Heureusement, le feu a cessé son raid meurtrier sur la route, même si toute la végétation était calcinée jusqu’au bord du parking de Baraque Michel. Comme par miracle, la fameuse Fagne Wallonne en face de la plateforme à proximité du Signal de Botrange -où se trouvent les dernières hautes fagnes vivantes – a été épargnée par le feu. L’été suivant, un graminée, la molinie bleue, a rendu ses couleurs vertes et brunes à la lande alors que la callune et les buissons de myrtille sont à la traîne et menacent de perdre cette guerre de concurrence.

Le brouillard règne
Sous les nuages gris nous nous rendons à Verviers afin de gravir le plateau en passant par Jalhay. Près de la frontière de 600 mètres, apparaissent tout à coup les Hautes Fagnes dans la brume. Pendant trois jours, la visibilité ne sera jamais plus de 50 à 200 mètres. Le troisième jour est le plus étonnant : depuis Eupen nous voyons la lumière orangée surmontée d’un bleu ciel éclatant et nous nous précipitons dans les Fagnes qui disparaissent à nouveau derrière un rideau de brume. De temps en temps, apparaît une petite tache de ciel bleu, et même des traces d’avion, mais au-dessus du sol c’est le règne de la purée de pois. Une brise fraîche venue de l’ouest nous transperce.

Dans les Fagnes, les conifères isolés morts et vivants ressemblent à des ombres. Ce qui n’enlève rien à leur beauté. Leurs troncs sont constellés de mousses, comme s’ils portaient des chaussettes vertes. Les branches les plus hautes sont parasitées par les mousses d’écorce grise. Les deux heures suivantes, le soleil apparaît tel un pâle disque fade. A ces moments-là, la Fagne devient une planche parsemée de taches de lumière floues qui s’allument et s’éteignent sans cesse.

Juste avant d’arriver à la voiture, le ciel semble s’ouvrir définitivement. Malheureusement, à peine le soleil nous éclaire en plein visage que pas moins de dix secondes plus tard, la visibilité est à nouveau réduite à 30-40 mètres. Il est midi et nous nous en allons, mais à peine cent mètres plus loin que Baraque Michel, les panoramas s’ouvrent et les vues splendides s’offrent à nos yeux.

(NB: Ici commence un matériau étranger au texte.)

package quantity

import "math"

// Series is a sequence of values sharing one dimension: one channel of
// test data. Element-wise operations check dimensions once per call, never
// per element.
//
// Operations are in place and named Set… (SetMul, SetDiv): the receiver
// is the destination, it is also returned, and its storage is reused when
// it has the capacity, so a loop over data sets allocates nothing once its
// destinations have grown. A bare verb (Add, Mul) is always a value method
// returning a new value, as on Quantity and Rat.
//
//	var re quantity.Series
//	re.SetMul(rho, v)
//	re.SetMul(re, d)
//	re.SetDiv(re, mu) // ρVD/μ
//
// (see the Series_reynolds example). Write one operation per statement
// when an operand is the destination itself: in a chain such as
// re.SetMul(rho, v).SetMul(re, d), Go does not specify whether the second re is
// read before or after the first call.
// Destination and operands may be the same Series. The zero Series is an
// empty dimensionless series.
type Series struct {
	d Dim
	v []float64
}

// NewSeries returns a series of the values v in the coherent SI unit of d.
// The series uses v as its storage; it does not copy it.
func NewSeries(v []float64, d Dim) Series { return Series{d, v} }

// Len returns the number of values.
func (z Series) Len() int { return len(z.v) }

// Dim returns the dimension shared by the values.
func (z Series) Dim() Dim { return z.d }

// At returns the i-th value as a Quantity. It panics if i is out of range.
func (z Series) At(i int) Quantity { return Quantity{z.v[i], z.d} }

// Values returns the values in the coherent SI unit, as a view of the
// series' storage: it does not copy, and writing to it changes the series.
func (z Series) Values() []float64 { return z.v }

// Check returns nil if z has dimension want, and otherwise an *Error of
// class ErrDimension naming both.
func (z Series) Check(want Dim) error {
	if z.d == want {
		return nil
	}
	return &Error{Op: "check", Dims: [2]Dim{z.d, want}, Binary: true, Class: ErrDimension}
}

// Sum returns the sum of the values.
func (z Series) Sum() Quantity {
	var t float64
	for _, x := range z.v {
		t += x
	}
	return Quantity{t, z.d}
}

// Mean returns the arithmetic mean of the values (NaN for an empty series).
func (z Series) Mean() Quantity {
	if len(z.v) == 0 {
		return Quantity{math.NaN(), z.d}
	}
	q := z.Sum()
	q.v /= float64(len(z.v))
	return q
}

// Min returns the smallest value (NaN for an empty series).
func (z Series) Min() Quantity {
	m := math.NaN()
	for i, x := range z.v {
		if i == 0 || x < m {
			m = x
		}
	}
	return Quantity{m, z.d}
}

// Max returns the largest value (NaN for an empty series).
func (z Series) Max() Quantity {
	m := math.NaN()
	for i, x := range z.v {
		if i == 0 || x > m {
			m = x
		}
	}
	return Quantity{m, z.d}
}

// grow returns z's storage resized to n, reusing it when it can.
func (z *Series) grow(n int) []float64 {
	if cap(z.v) >= n {
		return z.v[:n]
	}
	return make([]float64, n)
}

func sameLen(op string, x, y Series) int {
	if len(x.v) != len(y.v) {
		panicLength(op, len(x.v), len(y.v))
	}
	return len(x.v)
}

// Set sets z to a copy of x and returns z.
func (z *Series) Set(x Series) *Series {
	v := z.grow(len(x.v))
	copy(v, x.v)
	z.d, z.v = x.d, v
	return z
}

// SetAdd sets z = x + y element-wise and returns z. It panics if the
// dimensions or the lengths differ.
func (z *Series) SetAdd(x, y Series) *Series {
	if x.d != y.d {
		panicBinary("add", x.d, y.d)
	}
	n := sameLen("add", x, y)
	v := z.grow(n)
	xv, yv := x.v[:n], y.v[:n]
	for i := range v {
		v[i] = xv[i] + yv[i]
	}
	z.d, z.v = x.d, v
	return z
}

// SetSub sets z = x − y element-wise and returns z.
func (z *Series) SetSub(x, y Series) *Series {
	if x.d != y.d {
		panicBinary("subtract", x.d, y.d)
	}
	n := sameLen("subtract", x, y)
	v := z.grow(n)
	xv, yv := x.v[:n], y.v[:n]
	for i := range v {
		v[i] = xv[i] - yv[i]
	}
	z.d, z.v = x.d, v
	return z
}

// SetMul sets z = x · y element-wise and returns z.
func (z *Series) SetMul(x, y Series) *Series {
	d, ok := x.d.add(y.d)
	if !ok {
		panicOverflow("multiply", x.d, y.d)
	}
	n := sameLen("multiply", x, y)
	v := z.grow(n)
	xv, yv := x.v[:n], y.v[:n]
	for i := range v {
		v[i] = xv[i] * yv[i]
	}
	z.d, z.v = d, v
	return z
}

// SetDiv sets z = x / y element-wise and returns z.
func (z *Series) SetDiv(x, y Series) *Series {
	d, ok := x.d.sub(y.d)
	if !ok {
		panicOverflow("divide", x.d, y.d)
	}
	n := sameLen("divide", x, y)
	v := z.grow(n)
	xv, yv := x.v[:n], y.v[:n]
	for i := range v {
		v[i] = xv[i] / yv[i]
	}
	z.d, z.v = d, v
	return z
}

// SetAddQ sets z = x + q for every element and returns z.
func (z *Series) SetAddQ(x Series, q Quantity) *Series {
	if x.d != q.d {
		panicBinary("add", x.d, q.d)
	}
	v := z.grow(len(x.v))
	for i, a := range x.v {
		v[i] = a + q.v
	}
	z.d, z.v = x.d, v
	return z
}

// SetSubQ sets z = x − q for every element and returns z.
func (z *Series) SetSubQ(x Series, q Quantity) *Series {
	return z.SetAddQ(x, q.Neg())
}

// SetMulQ sets z = x · q for every element and returns z.
func (z *Series) SetMulQ(x Series, q Quantity) *Series {
	d, ok := x.d.add(q.d)
	if !ok {
		panicOverflow("multiply", x.d, q.d)
	}
	v := z.grow(len(x.v))
	for i, a := range x.v {
		v[i] = a * q.v
	}
	z.d, z.v = d, v
	return z
}

// SetDivQ sets z = x / q for every element and returns z.
func (z *Series) SetDivQ(x Series, q Quantity) *Series {
	d, ok := x.d.sub(q.d)
	if !ok {
		panicOverflow("divide", x.d, q.d)
	}
	v := z.grow(len(x.v))
	for i, a := range x.v {
		v[i] = a / q.v
	}
	z.d, z.v = d, v
	return z
}

// SetQDiv sets z = q / x for every element and returns z.
func (z *Series) SetQDiv(q Quantity, x Series) *Series {
	d, ok := q.d.sub(x.d)
	if !ok {
		panicOverflow("divide", q.d, x.d)
	}
	v := z.grow(len(x.v))
	for i, a := range x.v {
		v[i] = q.v / a
	}
	z.d, z.v = d, v
	return z
}

// SetScale sets z = f · x for the pure number f and returns z.
func (z *Series) SetScale(x Series, f float64) *Series {
	v := z.grow(len(x.v))
	for i, a := range x.v {
		v[i] = a * f
	}
	z.d, z.v = x.d, v
	return z
}

// SetInv sets z = 1/x element-wise and returns z.
func (z *Series) SetInv(x Series) *Series { return z.SetQDiv(Scalar(1), x) }

// SetPow sets z = x^(num/den) element-wise and returns z. It panics if the
// resulting dimension cannot be held.
func (z *Series) SetPow(x Series, num, den int) *Series {
	d, err := x.d.Pow(num, den)
	if err != nil {
		panicErr(err)
	}
	v := z.grow(len(x.v))
	switch {
	case num == 2 && den == 1:
		for i, a := range x.v {
			v[i] = a * a
		}
	case num == 1 && den == 2:
		for i, a := range x.v {
			v[i] = math.Sqrt(a)
		}
	case num == 1 && den == 3:
		for i, a := range x.v {
			v[i] = math.Cbrt(a)
		}
	default:
		p := float64(num) / float64(den)
		for i, a := range x.v {
			v[i] = math.Pow(a, p)
		}
	}
	z.d, z.v = d, v
	return z
}

// SetSqrt sets z = √x element-wise and returns z.
func (z *Series) SetSqrt(x Series) *Series { return z.SetPow(x, 1, 2) }

func (z *Series) unary(op string, x Series, f func(float64) float64) *Series {
	if uint64(x.d) != 0 {
		panicUnary(op, x.d, mustBeDimensionless)
	}
	v := z.grow(len(x.v))
	for i, a := range x.v {
		v[i] = f(a)
	}
	z.d, z.v = Dimensionless, v
	return z
}

// SetPowf sets z = x^p element-wise for a dimensionless x and returns z.
func (z *Series) SetPowf(x Series, p float64) *Series {
	if uint64(x.d) != 0 {
		panicUnary("raise %s to a real power", x.d, mustBeDimensionless)
	}
	v := z.grow(len(x.v))
	for i, a := range x.v {
		v[i] = math.Pow(a, p)
	}
	z.d, z.v = Dimensionless, v
	return z
}

// SetLog10 sets z = log₁₀ x element-wise for a dimensionless x and returns z.
func (z *Series) SetLog10(x Series) *Series {
	return z.unary("take the logarithm of", x, math.Log10)
}

// SetLog sets z = ln x element-wise for a dimensionless x and returns z.
func (z *Series) SetLog(x Series) *Series { return z.unary("take the logarithm of", x, math.Log) }

// SetExp sets z = eˣ element-wise for a dimensionless x and returns z.
func (z *Series) SetExp(x Series) *Series {
	return z.unary("take the exponential of", x, math.Exp)
}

Il n’existe rien de plus capricieux que le brouillard dans les Hautes Fagnes.

En bref
N’y-a-t-il rien à faire en cas de brouillard? Pas du tout. Nous avons même rencontré deux photographes venus spécialement d’Anvers pour admirer ce brouillard mystique! Comme les pistes de neige des fagnes sont parmi les plus grandes du pays, les skieurs de fond ne se laissent pas décourager par le brouillard. Et même sans skis, il est très agréable de se promener à partir de Botrange le long de la Fagne Wallonne et d’admirer les épais talus de neige sous les bois de sapins.

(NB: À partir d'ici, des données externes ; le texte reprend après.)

// GroupOut describes one group.
type GroupOut struct {
	Name      string            `json:"name"`
	Plain     string            `json:"plain"`
	Unicode   string            `json:"unicode"`
	LaTeX     string            `json:"latex"`
	Exponents map[string]string `json:"exponents"`
	Label     string            `json:"label"`
	Matches   []MatchOut        `json:"matches,omitempty"`
}

// MatchOut is one recognition of a group: the group is (Symbol/Factor)^Power
// when Exact, and only proportional to Symbol^Power otherwise; Equation
// gives the named group in terms of this one, and Definition the trade's
// definition with its conventions (n in rev/s for K_T).
type MatchOut struct {
	Name       string   `json:"name"`
	Symbol     string   `json:"symbol"`
	Label      string   `json:"label"`
	Power      string   `json:"power"`
	Factor     string   `json:"factor"`
	Exact      bool     `json:"exact"`
	Equation   string   `json:"equation"`
	Definition string   `json:"definition"`
	Assumed    []string `json:"assumed,omitempty"`
}

func build(specs []string, dep, rep string, listSets bool) (*Report, error) {
	var vars []pigroups.Variable
	r := &Report{}
	for _, spec := range specs {
		sym, rest, ok := strings.Cut(spec, "=")
		if !ok || sym == "" || rest == "" {
			return nil, &usageError{fmt.Sprintf("variable %s: want symbol=unit or symbol=unit@kind", cli.Quote(spec))}
		}
		unit, kind, _ := strings.Cut(rest, "@")
		u, err := units.Parse(unit)
		if err != nil {
			return nil, fmt.Errorf("variable %s: %w", cli.Quote(sym), err)
		}
		am, err := angleMeasure(u)
		if err != nil {
			return nil, &usageError{fmt.Sprintf("variable %s: %v", cli.Quote(spec), err)}
		}
		if plane, _ := u.Angle(); kind == "" && plane != 0 && u.Dim() == quantity.AngularVelocity {
			// A speed counted in rev, rpm or rad turns: a rotational
			// speed n (V/(n·D) is the advance coefficient J), where a
			// frequency in Hz or 1/s is a frequency f (f·L/V is St).
			kind = "rotational speed"
		}
		v := pigroups.Variable{Symbol: sym, Dim: u.Dim(), Kind: kind, Angle: am}
		r.units = append(r.units, u)
		if sym == dep {
			v.Role = pigroups.Dependent
		}
		vars = append(vars, v)
		vo := VariableOut{Symbol: sym, Unit: u.Format(quantity.Unicode), Dimension: u.Dim().String(), Dependent: sym == dep}
		if am == pigroups.Revolutions && (u.Dim() == quantity.Frequency) {
			vo.Angle = am.String()
		}
		r.Variables = append(r.Variables, vo)
	}
	if dep != "" && !slicesContains(r.Variables, dep) {
		return nil, &usageError{fmt.Sprintf("-dep %s is not among the variables", cli.Quote(dep))}
	}
	p, err := pigroups.NewProblem(vars...)
	var pe *pigroups.Error
	if errors.Is(err, pigroups.ErrUnknownKind) && errors.As(err, &pe) {
		// The fix in this command's syntax: the spec without its @kind.
		for i, v := range vars {
			if v.Symbol == pe.Symbol {
				unit, _, _ := strings.Cut(specs[i], "@")
				return nil, &usageError{fmt.Sprintf("%v: write %s, without the @kind", err, cli.Quote(unit))}
			}
		}
	}
	if err != nil {
		return nil, err
	}
	for i := range r.Variables {
		r.Variables[i].Kinds, _ = p.Kinds(i)
	}
	for _, b := range p.Bases() {
		r.Bases = append(r.Bases, b.String())
	}
	for _, row := range p.Matrix() {
		var cells []string
		for _, x := range row {
			cells = append(cells, x.String())
		}
		r.Matrix = append(r.Matrix, cells)
	}
	r.Rank, r.RankNote, r.table, r.problem = p.Rank(), p.RankNote(), p.MatrixTable(), p
	var repeating []string
	if rep == "" {
		if repeating, err = p.DefaultRepeating(); err != nil {
			return nil, err
		}
		r.DefaultChosen = true
	} else {
		repeating = strings.Split(rep, ",")
	}
	s, err := p.PiSet(repeating...)
	if err != nil {
		return nil, err
	}
	r.Repeating, r.set = s.Repeating(), s
	for _, g := range s.Groups() {
		go_ := GroupOut{Name: g.Name, Plain: g.Format(quantity.ASCII), Unicode: g.Format(quantity.Unicode),
			LaTeX: g.Format(quantity.LaTeX), Label: g.Label(), Exponents: map[string]string{}}
		for i, e := range g.Exponents() {
			if !e.IsZero() {
				go_.Exponents[vars[i].Symbol] = e.String()
			}
		}
		for _, m := range g.Matches {
			f := m.FactorText()
			if f == "" {
				f = "1"
			}
			go_.Matches = append(go_.Matches, MatchOut{Name: m.Name, Symbol: m.Symbol, Label: m.Label(), Power: m.Power.String(),
				Factor: f, Exact: m.Exact(), Equation: m.Equation(g.Name), Definition: m.Definition, Assumed: m.Assumed})
		}
		r.Groups = append(r.Groups, go_)
	}
	if listSets {
		// Enumeration visits up to C(n, r) subsets; refuse sizes a script
		// would wait on.
		if c := binomial(len(vars), p.Rank()); c > 1e6 {
			return nil, &usageError{fmt.Sprintf("-sets: %d variables of rank %d give up to %.3g candidate sets; too many to list", len(vars), p.Rank(), c)}
		}
		if r.ValidSets, err = p.RepeatingSets(); err != nil {
			return nil, err
		}
	}
	return r, nil
}

// angleMeasure says how a variable declared in u counts a plane angle: a
// unit spelled with rev or rpm counts revolutions, one spelled with rad
// radians, and a rotational frequency with no angle (Hz, 1/s) counts
// cycles, that is revolutions, as ISO 80000-3 writes a rotational
// frequency n. Degrees are refused: no named group takes them.
func angleMeasure(u units.Unit) (pigroups.AngleMeasure, error) {
	plane, _ := u.Angle()
	if plane == 0 {
		if u.Dim() == quantity.Frequency {
			return pigroups.Revolutions, nil
		}
		return pigroups.Radians, nil
	}
	rev, rad, other := false, false, false
	for _, tok := range strings.FieldsFunc(u.Format(quantity.ASCII), func(r rune) bool {
		return !unicode.IsLetter(r)
	}) {
		switch tok {
		case "rev", "rpm":
			rev = true
		case "rad", "mrad", "urad":
			rad = true
		case "deg", "arcmin", "arcsec":
			other = true
		}
	}
	switch {
	case rev && !rad && !other:
		return pigroups.Revolutions, nil
	case rad && !rev && !other:
		return pigroups.Radians, nil
	}
	return 0, fmt.Errorf("its angle is neither in radians nor in revolutions alone; declare a rotational speed in rad/s or rev/s")
}

func binomial(n, k int) float64 {
	c := 1.0
	for i := range k {
		c = c * float64(n-i) / float64(i+1)
	}
	return c
}

func slicesContains(vs []VariableOut, sym string) bool {
	for _, v := range vs {
		if v.Symbol == sym {
			return true
		}
	}
	return false
}

func writeText(w io.Writer, r *Report) {
	if r.Invented {
		fmt.Fprintln(w, "(no variables given: an invented flow-restrictor problem)")
	}
	fmt.Fprintln(w, "variables:")
	for _, v := range r.Variables {
		role := ""
		if v.Dependent {
			role = "  (dependent)"
		}
		fmt.Fprintf(w, "  %-6s %-12s %-14s %s%s\n", v.Symbol, v.Unit, v.Dimension, strings.Join(v.Kinds, " or "), role)
	}
	fmt.Fprintln(w, "dimensional matrix:")
	for _, line := range strings.Split(strings.TrimRight(r.table, "\n"), "\n") {
		fmt.Fprintln(w, "  "+line)
	}
	if r.RankNote != "" {
		fmt.Fprintln(w, "note:", r.RankNote)
	}
	how := "as given"
	if r.DefaultChosen {
		how = "by the default rule"
	}
	fmt.Fprintf(w, "repeating set (%s): %s\n", how, strings.Join(r.Repeating, ", "))
	fmt.Fprintln(w, "groups:")
	for _, line := range strings.Split(strings.TrimRight(r.set.Format(quantity.Unicode), "\n"), "\n") {
		fmt.Fprintln(w, "  "+line)
	}
	if len(r.ValidSets) > 0 {
		fmt.Fprintf(w, "valid repeating sets (%d):\n", len(r.ValidSets))
		for _, s := range r.ValidSets {
			fmt.Fprintln(w, "  "+strings.Join(s, ", "))
		}
	}
}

Ici, il faut en tout cas mentionner la Fagne Poleur à côté du Mont Rigi, à mi-chemin entre Baraque Michel et Botrange. Un chemin de planches de 4 kilomètres traverse la Fagne. Tout ce qui fait la particularité des Hautes Fagnes est concentré ici, sur 54 hectares vallonnés, avec ou sans brouillard et bruine. Parfois, nous avions l’impression de traverser un jardin japonais, un peu plus loin la toundra scandinave surgit comme dans un rêve. La Fagne Poleur est aussi l’endroit par excellence pour observer les traces laissées par les tourbiers. Toutes accompagnées d’excellents panneaux d’informations destinés à tous les âges.

Une cascade de taille L’eau fondue comme source de joie naturelle, nous n’y avions jamais pensé. Le second jour, nous avons exploré la vallée étroite du Bayehon, qui nous était totalement inconnue, un rapide qui fait autant de bruit qu’une cascade des Alpes. La rivière était gonflée à cause de la neige fondue. Les dizaines de rapides font écumer et bruisser le petit vallon. Le vallon à flanc est encore plus rude, avec des arbres renversés sur toute la largeur, des sentiers glissants et des rives rocheuses recouvertes de tapis de mousse.

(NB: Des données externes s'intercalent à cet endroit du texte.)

// Same fixes the ratios of the variables at 1, as one requirement with a
// label ("the same fluid").
func (pl *Plan) Same(label string, symbols ...string) *Plan {
	c := constraint{kind: consSame, label: label}
	for _, s := range symbols {
		i := pl.index(s)
		if i < 0 {
			return pl.failErr(unknownVar(label, s, pl.vars))
		}
		row := make([]quantity.Rat, len(pl.vars))
		for k := range row {
			row[k] = quantity.RatInt(0)
		}
		row[i] = quantity.RatInt(1)
		c.rows = append(c.rows, row)
		c.vars = append(c.vars, i)
	}
	pl.cons = append(pl.cons, c)
	return pl
}

// SameFluid requires the same fluid on both sides: λ_ρ = λ_μ = 1.
func (pl *Plan) SameFluid(density, viscosity string) *Plan {
	return pl.Same("the same fluid", density, viscosity)
}

// SameGravity requires λ_g = 1.
func (pl *Plan) SameGravity(g string) *Plan { return pl.Same("the same gravity", g) }

// Basis names the variables whose ratios fix the base-dimension ratios
// (λ_L, λ_M, λ_T, …) for DerivedRatio; by default the problem's default
// repeating set.
func (pl *Plan) Basis(symbols ...string) *Plan { pl.basis = slices.Clone(symbols); return pl }

// Solution is a solved plan: every variable's ratio as an exact law of the
// free ratios, and its value where the free ratios are fixed.
type Solution struct {
	plan   *Plan
	params []string         // the free ratios, by variable symbol
	coef   [][]quantity.Rat // per variable: law coefficients over params
	values map[string]float64
	free   []string // free ratios with no value: the plan is underdetermined
	base   [][]quantity.Rat
	bases  []quantity.Base
}

// ErrConflict is wrapped by every *ConflictError.
var ErrConflict = errors.New("requirements conflict")

// ConflictError reports requirements that cannot all hold.
type ConflictError struct {
	// Constraints is an irreducible conflicting set, in words: drop any
	// one of them and the rest can hold.
	Constraints []string
	// Summary says what the set forces: "holding the Reynolds number and
	// the Froude number with the same fluid and the same gravity forces
	// λ_L to 1, but a length scale of 1:25 requires 0.04".
	Summary string
	// Remedies lists, for each requirement whose removal resolves the
	// conflict, what its ratios would then have to be.
	Remedies []Remedy
}

// Remedy is one way out of a conflict: a requirement to drop, and what
// the ratios then are, as data and as text rendered from it.
type Remedy struct {
	Drop string // the requirement to drop, in words
	// Group, when the requirement dropped is a held group, is the
	// model/prototype ratio that group then floats to, stated for the
	// group the trade names (Fr, not the L·g/V² that may have been held).
	Group *GroupRatio
	// Ratios, when the requirement dropped fixes ratios (the same fluid,
	// a scale), are those ratios once it is dropped, and any the trade
	// reads from them (ν_m/ν_p for the same fluid).
	Ratios []Outcome
	// Needs is the same in words, one phrase per item, rendered from
	// Group and Ratios.
	Needs []string
}

// String writes the remedy in words: "without the Reynolds number: the
// Reynolds number would float, Re model/prototype = λ_L^(3/2) = 0.0156".
func (r Remedy) String() string { return "without " + r.Drop + ": " + strings.Join(r.Needs, "; ") }

// Outcome is the model/prototype ratio of one variable or derived
// quantity in a remedy.
type Outcome struct {
	Label string // "λ_rho", or "ν_m/ν_p" for a derived ratio
	Ratio Ratio
	// Free is true when the ratio is left free (a parameter of the
	// laws), One when the requirements force it to 1.
	Free, One bool
}

// String writes the outcome: "λ_rho = λ_mu·λ_L^(-3/2)", "λ_mu free",
// "λ_L to 1", "λ_g = λ_L⁻³ = 4096".
func (o Outcome) String() string {
	switch {
	case o.One:
		return o.Label + " to 1"
	case o.Free:
		return o.Label + " free"
	}
	return o.Label + " = " + o.Ratio.String()
}

// Error implements the error interface.
func (e *ConflictError) Error() string {
	var sb strings.Builder
	sb.WriteString("similarity: requirements conflict: ")
	sb.WriteString(e.Summary)
	for _, r := range e.Remedies {
		fmt.Fprintf(&sb, "; %s", r)
	}
	return sb.String()
}

// Unwrap returns ErrConflict.
func (e *ConflictError) Unwrap() error { return ErrConflict }

// MaxRequirements bounds the requirements of a plan (held groups, fixed
// ratios, same-fluid and same-gravity requirements together).
const MaxRequirements = 256

// Solve solves the plan exactly. It returns a *ConflictError if the
// requirements cannot all hold, naming an irreducible conflicting set:
// every requirement in it is needed for the conflict. Its work is
// polynomial: about (k + 2)·k solves of a system of k requirements over
// the plan's variables, with k at most MaxRequirements.
func (pl *Plan) Solve() (*Solution, error) {
	if pl.err != nil {
		return nil, pl.err
	}
	if len(pl.cons) > MaxRequirements {
		return nil, &PlanError{Err: ErrPlan, Reason: fmt.Sprintf("%d requirements, at most %d", len(pl.cons), MaxRequirements)}
	}
	s, ok, err := pl.solveSubset(allIndices(len(pl.cons)))
	if err != nil {
		return nil, err
	}
	if ok {
		if err := s.deriveBase(); err != nil {
			return nil, err
		}
		return s, nil
	}
	return nil, pl.conflict()
}

func allIndices(n int) []int {
	out := make([]int, n)
	for i := range out {
		out[i] = i
	}
	return out
}

// solveSubset solves the plan with only the given constraints.
func (pl *Plan) solveSubset(use []int) (*Solution, bool, error) {
	n := len(pl.vars)
	fixed := make(map[int]float64)
	var rows [][]quantity.Rat
	for _, ci := range use {
		c := pl.cons[ci]
		switch c.kind {
		case consFix:
			if v, ok := fixed[c.vars[0]]; ok && math.Abs(math.Log(v/c.value)) > 1e-12 {
				return nil, false, nil
			}
			fixed[c.vars[0]] = c.value
		default:
			rows = append(rows, c.rows...)
		}
	}
	// Column order: variables without a fixed value first, so that they
	// are solved for and the fixed ones stay free parameters.
	var order []int
	for i := range n {
		if _, ok := fixed[i]; !ok {
			order = append(order, i)
		}
	}
	for i := range n {
		if _, ok := fixed[i]; ok {
			order = append(order, i)
		}
	}
	m := exact.NewMatrix[quantity.Rat](len(rows), n)
	for r, row := range rows {
		for k, i := range order {
			m[r][k] = row[i]
		}
	}
	pivots, err := m.RREF()
	if err != nil {
		return nil, false, err
	}
	isPivot := make(map[int]int) // column → row
	for r, c := range pivots {
		isPivot[c] = r
	}
	s := &Solution{plan: pl, values: make(map[string]float64)}
	paramIdx := make(map[int]int) // variable → parameter index
	for k, i := range order {
		if _, ok := isPivot[k]; !ok {
			paramIdx[i] = len(s.params)
			s.params = append(s.params, pl.vars[i].Symbol)
		}
	}
	np := len(s.params)
	s.coef = make([][]quantity.Rat, n)
	for k, i := range order {
		c := make([]quantity.Rat, np)
		for j := range c {
			c[j] = quantity.RatInt(0)
		}
		if r, ok := isPivot[k]; ok {
			for k2, i2 := range order {
				if _, piv := isPivot[k2]; piv || m[r][k2].IsZero() {
					continue
				}
				c[paramIdx[i2]] = m[r][k2].Neg()
			}
		} else {
			c[paramIdx[i]] = quantity.RatInt(1)
		}
		s.coef[i] = c
	}
	for i, v := range fixed {
		if _, ok := paramIdx[i]; ok {
			s.values[pl.vars[i].Symbol] = v
		}
	}
	for _, p := range s.params {
		if _, ok := s.values[p]; !ok {
			s.free = append(s.free, p)
		}
	}
	// A fixed variable solved for in terms of other parameters must agree
	// with its own value.
	for i, v := range fixed {
		if _, ok := paramIdx[i]; ok {
			continue
		}
		got := lawOf(s.coef[i], s.params).Eval(s.values)
		if math.IsNaN(got) || math.Abs(math.Log(got/v)) > 1e-9 {
			return s, false, nil
		}
	}
	return s, true, nil
}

De retour au Bayehon, le climax a suivi après deux kilomètres: une cascade comme on ne l’a jamais vue en Belgique. Celle de Coo est plus large et plus volumineuse, mais celle-ci, qui fait couler autant d’eau, est pigmentée d’un décor rocheux digne de la haute-montagne. La cascade de Bayehon est la deuxième du pays, mais c’est la plus rude et la plus intacte. L’eau glisse d’abord par un toboggan naturel et se jette dans un profond bassin. Se fondre comme un explorateur dans son propre pays, dans les Hautes Fagnes cela peut arriver à tout le monde. N’importe quand.